**What to produce**
Tally the lines of the entries below that hold the word "symmetric", and please give only the total.

**Materials provided**
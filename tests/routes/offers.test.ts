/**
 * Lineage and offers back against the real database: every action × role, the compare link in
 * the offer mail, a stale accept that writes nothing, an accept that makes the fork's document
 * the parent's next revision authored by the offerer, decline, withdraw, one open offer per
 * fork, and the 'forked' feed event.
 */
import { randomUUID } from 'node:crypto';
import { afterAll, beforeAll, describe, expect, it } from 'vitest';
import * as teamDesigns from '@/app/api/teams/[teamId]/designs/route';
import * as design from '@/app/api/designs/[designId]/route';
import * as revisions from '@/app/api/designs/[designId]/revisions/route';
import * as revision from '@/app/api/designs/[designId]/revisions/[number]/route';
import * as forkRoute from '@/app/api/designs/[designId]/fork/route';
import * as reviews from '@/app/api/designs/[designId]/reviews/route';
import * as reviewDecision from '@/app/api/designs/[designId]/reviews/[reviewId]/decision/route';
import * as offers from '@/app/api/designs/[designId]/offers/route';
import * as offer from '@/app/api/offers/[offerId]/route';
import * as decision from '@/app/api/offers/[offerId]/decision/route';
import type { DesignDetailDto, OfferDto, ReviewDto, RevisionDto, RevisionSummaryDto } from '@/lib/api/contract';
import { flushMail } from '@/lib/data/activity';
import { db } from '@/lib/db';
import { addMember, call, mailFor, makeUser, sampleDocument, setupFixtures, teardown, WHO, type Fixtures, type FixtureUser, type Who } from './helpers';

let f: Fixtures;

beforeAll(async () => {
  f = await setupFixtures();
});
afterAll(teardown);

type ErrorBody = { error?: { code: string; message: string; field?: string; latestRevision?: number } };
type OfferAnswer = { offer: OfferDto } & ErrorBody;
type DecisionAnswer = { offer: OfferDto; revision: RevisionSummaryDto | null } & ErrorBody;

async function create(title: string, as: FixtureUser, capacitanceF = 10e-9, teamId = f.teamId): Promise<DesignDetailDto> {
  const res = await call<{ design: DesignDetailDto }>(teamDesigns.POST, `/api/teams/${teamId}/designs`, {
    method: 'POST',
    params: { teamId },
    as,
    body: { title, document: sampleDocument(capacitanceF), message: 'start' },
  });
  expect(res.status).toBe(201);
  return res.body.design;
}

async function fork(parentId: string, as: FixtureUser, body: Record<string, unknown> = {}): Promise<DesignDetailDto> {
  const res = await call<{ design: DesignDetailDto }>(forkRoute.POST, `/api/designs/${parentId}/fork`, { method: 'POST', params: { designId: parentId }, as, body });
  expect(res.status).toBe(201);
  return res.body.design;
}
* * *
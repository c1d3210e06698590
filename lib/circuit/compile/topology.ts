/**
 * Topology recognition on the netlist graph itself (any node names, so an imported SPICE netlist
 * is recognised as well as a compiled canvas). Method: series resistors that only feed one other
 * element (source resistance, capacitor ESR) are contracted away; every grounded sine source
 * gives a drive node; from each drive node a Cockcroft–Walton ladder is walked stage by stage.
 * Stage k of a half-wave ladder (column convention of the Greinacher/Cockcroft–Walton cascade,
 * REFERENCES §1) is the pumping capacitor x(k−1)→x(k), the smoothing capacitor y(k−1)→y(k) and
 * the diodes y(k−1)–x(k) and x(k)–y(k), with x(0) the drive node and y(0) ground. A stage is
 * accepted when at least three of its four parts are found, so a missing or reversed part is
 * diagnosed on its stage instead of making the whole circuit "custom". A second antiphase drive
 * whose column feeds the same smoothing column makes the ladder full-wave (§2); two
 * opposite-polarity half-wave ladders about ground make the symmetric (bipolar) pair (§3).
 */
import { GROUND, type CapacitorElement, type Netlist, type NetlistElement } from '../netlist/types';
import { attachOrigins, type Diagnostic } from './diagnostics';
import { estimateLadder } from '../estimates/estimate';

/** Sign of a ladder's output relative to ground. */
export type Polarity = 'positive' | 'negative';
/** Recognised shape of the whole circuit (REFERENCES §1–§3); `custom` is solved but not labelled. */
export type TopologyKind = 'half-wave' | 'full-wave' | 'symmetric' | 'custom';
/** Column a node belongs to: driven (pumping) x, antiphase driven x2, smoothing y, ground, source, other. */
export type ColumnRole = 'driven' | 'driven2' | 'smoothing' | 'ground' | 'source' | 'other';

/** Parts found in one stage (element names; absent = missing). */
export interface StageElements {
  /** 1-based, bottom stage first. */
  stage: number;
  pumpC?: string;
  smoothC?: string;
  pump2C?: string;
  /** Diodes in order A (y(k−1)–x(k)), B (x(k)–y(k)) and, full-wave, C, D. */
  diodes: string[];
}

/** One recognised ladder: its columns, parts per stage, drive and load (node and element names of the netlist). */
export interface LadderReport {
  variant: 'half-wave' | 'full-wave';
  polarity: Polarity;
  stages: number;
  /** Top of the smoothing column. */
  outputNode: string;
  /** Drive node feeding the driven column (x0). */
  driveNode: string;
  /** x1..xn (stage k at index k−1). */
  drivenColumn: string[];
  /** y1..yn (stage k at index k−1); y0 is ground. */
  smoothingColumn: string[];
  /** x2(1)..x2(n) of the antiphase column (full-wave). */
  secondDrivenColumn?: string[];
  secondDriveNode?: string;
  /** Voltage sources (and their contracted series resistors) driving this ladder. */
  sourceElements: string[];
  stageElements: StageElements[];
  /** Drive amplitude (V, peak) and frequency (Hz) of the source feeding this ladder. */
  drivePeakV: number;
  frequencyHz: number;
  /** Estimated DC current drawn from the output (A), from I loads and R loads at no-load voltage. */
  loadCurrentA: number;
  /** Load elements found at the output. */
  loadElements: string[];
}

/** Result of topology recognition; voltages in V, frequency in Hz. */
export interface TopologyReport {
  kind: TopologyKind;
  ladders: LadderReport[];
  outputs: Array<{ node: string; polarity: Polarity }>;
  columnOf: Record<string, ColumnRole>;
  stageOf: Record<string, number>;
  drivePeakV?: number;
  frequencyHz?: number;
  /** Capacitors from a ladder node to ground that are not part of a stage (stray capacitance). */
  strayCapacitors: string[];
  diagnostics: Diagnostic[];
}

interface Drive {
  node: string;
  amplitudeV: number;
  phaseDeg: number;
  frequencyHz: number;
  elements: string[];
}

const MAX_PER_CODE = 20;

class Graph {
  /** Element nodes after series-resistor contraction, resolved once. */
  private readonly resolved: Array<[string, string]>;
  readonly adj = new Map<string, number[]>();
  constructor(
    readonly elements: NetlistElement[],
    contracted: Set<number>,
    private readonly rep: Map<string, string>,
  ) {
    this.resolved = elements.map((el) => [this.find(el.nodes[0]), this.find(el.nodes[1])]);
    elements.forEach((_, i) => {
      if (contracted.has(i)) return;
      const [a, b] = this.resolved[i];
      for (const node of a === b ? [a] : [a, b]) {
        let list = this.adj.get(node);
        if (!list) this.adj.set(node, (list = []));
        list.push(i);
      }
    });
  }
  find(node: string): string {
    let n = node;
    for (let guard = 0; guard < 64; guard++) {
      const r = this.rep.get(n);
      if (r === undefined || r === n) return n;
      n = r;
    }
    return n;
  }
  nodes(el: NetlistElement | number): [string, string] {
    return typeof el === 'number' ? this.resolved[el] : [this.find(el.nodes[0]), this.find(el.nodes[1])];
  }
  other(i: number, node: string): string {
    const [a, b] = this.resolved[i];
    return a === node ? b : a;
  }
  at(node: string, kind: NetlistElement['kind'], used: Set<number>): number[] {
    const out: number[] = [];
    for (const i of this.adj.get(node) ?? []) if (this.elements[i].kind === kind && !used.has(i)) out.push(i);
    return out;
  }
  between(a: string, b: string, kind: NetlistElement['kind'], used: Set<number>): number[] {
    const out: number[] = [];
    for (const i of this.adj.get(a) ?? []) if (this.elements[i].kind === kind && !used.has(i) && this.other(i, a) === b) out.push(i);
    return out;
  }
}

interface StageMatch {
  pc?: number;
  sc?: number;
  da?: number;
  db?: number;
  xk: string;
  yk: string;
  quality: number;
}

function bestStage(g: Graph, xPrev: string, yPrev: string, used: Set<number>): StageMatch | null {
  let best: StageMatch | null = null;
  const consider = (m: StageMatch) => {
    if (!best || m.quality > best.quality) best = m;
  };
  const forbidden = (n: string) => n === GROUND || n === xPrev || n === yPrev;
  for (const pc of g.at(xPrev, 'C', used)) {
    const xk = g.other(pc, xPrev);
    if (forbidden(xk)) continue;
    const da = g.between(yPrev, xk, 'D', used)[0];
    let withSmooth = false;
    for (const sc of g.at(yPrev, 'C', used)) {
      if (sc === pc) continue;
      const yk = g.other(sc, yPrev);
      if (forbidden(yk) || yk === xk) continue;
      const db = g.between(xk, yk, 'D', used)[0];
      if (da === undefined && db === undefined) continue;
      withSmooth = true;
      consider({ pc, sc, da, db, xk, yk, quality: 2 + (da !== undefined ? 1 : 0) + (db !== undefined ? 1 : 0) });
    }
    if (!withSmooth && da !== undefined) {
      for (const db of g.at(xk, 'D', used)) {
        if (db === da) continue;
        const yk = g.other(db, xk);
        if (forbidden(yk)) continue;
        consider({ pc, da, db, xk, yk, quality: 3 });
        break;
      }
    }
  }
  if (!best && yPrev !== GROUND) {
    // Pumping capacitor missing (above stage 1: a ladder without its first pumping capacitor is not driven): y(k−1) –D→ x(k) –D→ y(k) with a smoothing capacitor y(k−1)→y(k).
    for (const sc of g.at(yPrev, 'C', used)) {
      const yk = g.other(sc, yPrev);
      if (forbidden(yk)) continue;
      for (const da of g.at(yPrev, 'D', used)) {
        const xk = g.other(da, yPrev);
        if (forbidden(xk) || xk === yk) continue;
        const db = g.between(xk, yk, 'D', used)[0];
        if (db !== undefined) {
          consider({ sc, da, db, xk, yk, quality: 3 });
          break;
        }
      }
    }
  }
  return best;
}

**Response**
2